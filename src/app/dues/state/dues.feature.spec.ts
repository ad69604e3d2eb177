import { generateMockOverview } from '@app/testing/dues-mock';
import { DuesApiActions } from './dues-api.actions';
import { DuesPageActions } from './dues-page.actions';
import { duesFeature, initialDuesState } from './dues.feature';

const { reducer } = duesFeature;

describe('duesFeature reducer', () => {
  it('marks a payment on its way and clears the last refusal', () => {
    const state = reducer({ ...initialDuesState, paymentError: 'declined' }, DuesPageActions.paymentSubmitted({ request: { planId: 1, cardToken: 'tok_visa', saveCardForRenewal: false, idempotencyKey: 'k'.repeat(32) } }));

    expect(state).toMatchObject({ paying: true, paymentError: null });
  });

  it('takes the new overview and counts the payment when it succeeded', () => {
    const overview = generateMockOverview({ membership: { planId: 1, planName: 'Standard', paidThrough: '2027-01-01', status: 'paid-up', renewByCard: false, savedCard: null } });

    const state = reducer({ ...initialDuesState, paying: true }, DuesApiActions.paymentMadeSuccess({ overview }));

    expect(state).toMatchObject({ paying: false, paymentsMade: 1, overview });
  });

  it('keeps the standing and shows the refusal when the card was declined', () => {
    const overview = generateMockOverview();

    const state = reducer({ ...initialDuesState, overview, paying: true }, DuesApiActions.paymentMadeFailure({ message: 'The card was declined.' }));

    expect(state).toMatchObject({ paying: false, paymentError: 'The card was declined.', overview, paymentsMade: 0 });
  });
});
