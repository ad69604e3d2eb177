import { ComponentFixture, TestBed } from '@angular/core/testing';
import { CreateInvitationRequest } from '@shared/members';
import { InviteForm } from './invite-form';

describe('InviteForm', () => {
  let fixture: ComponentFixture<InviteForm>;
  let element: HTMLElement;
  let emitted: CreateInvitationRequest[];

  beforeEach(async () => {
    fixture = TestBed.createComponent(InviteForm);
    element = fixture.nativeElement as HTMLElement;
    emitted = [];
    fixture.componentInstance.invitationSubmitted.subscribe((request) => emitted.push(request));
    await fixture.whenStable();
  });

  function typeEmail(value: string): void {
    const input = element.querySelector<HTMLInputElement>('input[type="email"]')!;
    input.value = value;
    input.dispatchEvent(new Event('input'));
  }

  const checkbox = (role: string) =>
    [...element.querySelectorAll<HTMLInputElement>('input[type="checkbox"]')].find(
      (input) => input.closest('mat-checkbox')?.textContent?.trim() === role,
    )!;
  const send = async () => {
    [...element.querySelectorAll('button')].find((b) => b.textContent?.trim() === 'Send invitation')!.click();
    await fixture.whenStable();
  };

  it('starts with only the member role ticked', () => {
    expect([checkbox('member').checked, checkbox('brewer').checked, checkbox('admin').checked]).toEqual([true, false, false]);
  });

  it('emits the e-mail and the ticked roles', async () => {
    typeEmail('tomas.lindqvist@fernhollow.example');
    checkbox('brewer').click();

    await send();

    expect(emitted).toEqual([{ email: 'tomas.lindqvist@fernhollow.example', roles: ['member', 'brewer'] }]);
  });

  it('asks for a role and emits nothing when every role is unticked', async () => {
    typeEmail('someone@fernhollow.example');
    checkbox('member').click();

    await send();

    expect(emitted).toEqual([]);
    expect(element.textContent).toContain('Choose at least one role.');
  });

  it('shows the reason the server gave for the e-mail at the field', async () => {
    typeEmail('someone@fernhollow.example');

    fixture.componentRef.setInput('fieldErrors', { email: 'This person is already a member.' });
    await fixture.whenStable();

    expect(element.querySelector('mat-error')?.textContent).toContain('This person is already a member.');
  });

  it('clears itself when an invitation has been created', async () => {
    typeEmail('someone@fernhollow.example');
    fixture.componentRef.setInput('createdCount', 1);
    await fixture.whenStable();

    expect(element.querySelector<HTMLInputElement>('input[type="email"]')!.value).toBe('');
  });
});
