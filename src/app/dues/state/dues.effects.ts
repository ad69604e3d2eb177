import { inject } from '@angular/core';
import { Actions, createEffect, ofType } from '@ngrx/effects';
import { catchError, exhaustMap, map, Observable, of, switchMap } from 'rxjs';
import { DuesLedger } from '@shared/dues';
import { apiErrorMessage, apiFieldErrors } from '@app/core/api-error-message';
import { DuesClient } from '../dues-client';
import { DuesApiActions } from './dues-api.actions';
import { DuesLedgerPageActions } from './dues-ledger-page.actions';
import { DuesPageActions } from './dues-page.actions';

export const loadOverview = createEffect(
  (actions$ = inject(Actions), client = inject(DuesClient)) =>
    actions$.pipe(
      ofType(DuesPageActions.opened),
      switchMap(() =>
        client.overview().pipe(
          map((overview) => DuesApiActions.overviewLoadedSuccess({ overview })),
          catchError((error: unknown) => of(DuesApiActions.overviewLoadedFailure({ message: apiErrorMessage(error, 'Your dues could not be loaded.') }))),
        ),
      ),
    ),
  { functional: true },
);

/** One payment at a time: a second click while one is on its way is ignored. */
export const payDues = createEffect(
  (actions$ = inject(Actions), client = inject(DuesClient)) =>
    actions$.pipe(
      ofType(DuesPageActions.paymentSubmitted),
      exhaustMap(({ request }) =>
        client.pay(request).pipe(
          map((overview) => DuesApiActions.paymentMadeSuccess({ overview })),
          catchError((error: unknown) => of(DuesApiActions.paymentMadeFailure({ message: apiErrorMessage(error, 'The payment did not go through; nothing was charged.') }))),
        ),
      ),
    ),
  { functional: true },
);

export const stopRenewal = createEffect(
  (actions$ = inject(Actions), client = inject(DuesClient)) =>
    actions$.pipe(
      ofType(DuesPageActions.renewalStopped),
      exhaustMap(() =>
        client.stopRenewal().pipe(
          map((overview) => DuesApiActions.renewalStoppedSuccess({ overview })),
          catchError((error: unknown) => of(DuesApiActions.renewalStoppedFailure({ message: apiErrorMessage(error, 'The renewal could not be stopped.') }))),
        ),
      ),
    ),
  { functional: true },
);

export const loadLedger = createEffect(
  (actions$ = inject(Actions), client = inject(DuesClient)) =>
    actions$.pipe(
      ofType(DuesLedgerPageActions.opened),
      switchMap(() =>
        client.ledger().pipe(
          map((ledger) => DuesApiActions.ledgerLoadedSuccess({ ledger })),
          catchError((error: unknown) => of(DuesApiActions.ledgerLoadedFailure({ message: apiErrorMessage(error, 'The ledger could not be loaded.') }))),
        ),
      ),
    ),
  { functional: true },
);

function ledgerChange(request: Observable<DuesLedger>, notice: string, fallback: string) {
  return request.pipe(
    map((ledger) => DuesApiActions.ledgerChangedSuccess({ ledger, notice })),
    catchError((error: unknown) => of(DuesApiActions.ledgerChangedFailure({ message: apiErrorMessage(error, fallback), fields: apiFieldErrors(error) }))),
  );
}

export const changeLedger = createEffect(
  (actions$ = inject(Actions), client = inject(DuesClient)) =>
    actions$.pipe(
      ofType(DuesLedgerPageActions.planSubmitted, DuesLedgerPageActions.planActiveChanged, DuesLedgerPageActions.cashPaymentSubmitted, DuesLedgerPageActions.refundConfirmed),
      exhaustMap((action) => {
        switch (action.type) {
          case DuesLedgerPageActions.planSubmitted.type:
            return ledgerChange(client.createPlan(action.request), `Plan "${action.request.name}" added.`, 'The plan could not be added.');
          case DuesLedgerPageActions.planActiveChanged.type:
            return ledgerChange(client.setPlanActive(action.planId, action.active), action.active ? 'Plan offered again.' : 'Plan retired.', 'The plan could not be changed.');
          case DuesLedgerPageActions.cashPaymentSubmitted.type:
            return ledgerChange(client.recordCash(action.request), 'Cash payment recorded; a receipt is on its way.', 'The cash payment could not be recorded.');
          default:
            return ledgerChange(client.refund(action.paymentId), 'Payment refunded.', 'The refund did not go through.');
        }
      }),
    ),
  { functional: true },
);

───

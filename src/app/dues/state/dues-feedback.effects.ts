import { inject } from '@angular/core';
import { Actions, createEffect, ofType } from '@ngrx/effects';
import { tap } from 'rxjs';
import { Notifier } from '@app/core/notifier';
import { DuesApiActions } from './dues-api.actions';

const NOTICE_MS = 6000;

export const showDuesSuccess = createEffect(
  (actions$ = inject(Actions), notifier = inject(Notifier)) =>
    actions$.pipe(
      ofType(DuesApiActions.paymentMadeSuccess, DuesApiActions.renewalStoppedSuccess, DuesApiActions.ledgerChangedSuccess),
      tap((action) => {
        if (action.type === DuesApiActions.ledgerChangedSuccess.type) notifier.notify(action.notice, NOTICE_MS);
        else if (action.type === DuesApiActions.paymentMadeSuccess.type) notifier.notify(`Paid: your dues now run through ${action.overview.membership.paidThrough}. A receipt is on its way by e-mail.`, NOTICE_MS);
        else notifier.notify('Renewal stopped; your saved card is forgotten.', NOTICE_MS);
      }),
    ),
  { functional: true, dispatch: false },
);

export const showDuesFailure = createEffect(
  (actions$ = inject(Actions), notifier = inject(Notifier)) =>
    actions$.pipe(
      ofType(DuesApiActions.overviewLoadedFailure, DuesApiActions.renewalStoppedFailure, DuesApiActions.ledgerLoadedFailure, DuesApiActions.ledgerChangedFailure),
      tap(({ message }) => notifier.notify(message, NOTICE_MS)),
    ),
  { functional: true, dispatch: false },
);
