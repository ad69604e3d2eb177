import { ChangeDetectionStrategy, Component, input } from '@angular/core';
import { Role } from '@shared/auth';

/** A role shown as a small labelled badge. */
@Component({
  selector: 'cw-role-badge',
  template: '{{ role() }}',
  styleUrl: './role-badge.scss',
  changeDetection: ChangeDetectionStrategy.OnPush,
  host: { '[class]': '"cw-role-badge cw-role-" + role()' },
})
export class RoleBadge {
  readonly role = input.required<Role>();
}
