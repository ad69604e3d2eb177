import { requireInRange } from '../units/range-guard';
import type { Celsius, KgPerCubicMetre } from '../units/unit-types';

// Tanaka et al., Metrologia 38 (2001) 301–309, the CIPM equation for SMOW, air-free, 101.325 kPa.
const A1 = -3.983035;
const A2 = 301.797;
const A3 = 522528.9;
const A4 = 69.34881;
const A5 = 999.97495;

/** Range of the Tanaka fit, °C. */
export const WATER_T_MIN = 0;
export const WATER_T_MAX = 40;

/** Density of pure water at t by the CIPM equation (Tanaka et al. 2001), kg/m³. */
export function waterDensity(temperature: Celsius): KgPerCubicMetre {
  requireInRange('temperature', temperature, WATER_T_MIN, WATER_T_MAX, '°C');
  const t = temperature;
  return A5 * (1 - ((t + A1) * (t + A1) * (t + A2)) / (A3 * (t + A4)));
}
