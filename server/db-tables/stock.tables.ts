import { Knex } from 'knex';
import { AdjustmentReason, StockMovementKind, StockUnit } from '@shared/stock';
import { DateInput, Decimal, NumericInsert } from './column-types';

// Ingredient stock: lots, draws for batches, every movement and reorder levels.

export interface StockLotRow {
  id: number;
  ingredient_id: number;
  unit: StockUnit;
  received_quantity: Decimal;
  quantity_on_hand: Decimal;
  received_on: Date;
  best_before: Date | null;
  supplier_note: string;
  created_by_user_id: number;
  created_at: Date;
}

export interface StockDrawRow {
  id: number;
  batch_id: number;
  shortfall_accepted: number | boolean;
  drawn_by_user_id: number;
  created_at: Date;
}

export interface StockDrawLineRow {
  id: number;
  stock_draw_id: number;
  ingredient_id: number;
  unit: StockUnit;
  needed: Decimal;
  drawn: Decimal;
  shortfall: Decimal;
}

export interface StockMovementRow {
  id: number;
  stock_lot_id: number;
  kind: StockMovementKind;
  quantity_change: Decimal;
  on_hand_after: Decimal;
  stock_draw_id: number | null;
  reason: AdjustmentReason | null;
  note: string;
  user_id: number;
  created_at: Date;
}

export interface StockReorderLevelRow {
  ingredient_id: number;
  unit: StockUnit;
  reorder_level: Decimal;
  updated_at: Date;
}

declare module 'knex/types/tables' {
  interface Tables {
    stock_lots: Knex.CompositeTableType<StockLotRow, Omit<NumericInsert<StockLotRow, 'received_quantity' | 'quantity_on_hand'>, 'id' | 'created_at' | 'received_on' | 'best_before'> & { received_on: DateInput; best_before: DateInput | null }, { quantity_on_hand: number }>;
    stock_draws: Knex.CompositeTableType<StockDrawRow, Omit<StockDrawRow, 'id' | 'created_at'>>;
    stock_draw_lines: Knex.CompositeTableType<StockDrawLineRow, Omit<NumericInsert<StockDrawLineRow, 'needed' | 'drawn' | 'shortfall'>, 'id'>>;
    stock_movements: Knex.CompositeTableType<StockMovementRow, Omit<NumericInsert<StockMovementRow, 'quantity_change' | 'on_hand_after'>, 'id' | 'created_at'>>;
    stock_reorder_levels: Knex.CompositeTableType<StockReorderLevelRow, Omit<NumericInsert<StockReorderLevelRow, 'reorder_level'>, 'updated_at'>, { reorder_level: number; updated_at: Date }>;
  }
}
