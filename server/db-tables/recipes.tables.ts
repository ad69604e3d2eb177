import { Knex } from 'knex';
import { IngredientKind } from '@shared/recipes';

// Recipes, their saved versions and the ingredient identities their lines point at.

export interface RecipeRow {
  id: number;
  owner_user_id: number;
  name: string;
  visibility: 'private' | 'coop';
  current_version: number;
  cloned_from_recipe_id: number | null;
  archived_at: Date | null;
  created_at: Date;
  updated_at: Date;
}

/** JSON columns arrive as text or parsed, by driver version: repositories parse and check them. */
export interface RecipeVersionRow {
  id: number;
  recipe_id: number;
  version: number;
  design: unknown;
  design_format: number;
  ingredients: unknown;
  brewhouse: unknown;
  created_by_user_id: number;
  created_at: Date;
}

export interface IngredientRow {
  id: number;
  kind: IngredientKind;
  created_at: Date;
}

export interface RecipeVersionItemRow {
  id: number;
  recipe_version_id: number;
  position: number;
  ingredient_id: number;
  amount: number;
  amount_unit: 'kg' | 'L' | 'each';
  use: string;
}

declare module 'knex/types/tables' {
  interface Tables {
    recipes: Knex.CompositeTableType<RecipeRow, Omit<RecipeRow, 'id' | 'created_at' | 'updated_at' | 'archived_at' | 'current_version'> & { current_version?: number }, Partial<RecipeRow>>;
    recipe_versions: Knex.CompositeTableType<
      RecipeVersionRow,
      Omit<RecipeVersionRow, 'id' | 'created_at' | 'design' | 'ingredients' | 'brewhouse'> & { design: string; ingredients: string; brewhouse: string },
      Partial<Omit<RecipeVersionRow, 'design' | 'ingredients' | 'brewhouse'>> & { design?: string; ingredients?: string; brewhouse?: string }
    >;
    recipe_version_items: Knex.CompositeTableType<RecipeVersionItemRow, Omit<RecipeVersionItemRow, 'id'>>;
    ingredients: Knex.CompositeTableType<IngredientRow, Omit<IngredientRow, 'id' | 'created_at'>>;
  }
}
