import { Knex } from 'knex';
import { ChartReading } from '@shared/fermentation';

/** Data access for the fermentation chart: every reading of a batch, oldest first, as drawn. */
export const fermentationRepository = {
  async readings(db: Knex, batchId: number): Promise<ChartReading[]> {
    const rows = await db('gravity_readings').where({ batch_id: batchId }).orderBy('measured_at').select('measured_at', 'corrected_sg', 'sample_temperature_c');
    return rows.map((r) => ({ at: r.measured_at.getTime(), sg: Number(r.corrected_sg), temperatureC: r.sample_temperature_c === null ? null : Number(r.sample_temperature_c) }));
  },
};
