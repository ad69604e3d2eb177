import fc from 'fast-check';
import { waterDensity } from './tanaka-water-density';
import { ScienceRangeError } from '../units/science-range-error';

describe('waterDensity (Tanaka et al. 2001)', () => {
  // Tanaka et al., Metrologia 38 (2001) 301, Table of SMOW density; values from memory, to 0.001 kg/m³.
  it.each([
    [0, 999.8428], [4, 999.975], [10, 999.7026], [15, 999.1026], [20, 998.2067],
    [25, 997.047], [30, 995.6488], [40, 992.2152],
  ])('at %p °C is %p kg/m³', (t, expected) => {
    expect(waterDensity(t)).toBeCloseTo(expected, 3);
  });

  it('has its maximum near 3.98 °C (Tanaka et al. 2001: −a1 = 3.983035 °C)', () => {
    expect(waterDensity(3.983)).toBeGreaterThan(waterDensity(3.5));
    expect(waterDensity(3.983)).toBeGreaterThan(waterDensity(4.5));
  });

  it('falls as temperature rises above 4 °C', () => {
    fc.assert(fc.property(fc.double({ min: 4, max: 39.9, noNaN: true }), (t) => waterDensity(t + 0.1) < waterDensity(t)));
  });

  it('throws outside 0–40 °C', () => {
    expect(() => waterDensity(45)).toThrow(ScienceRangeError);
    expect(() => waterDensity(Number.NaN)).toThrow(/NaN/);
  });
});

───

● Exercise goal
Copy out every line in the entries above that holds "requireInRange".

● Response area
import { requireInRange } from '../units/range-guard';
  requireInRange('temperature', temperature, WATER_T_MIN, WATER_T_MAX, '°C');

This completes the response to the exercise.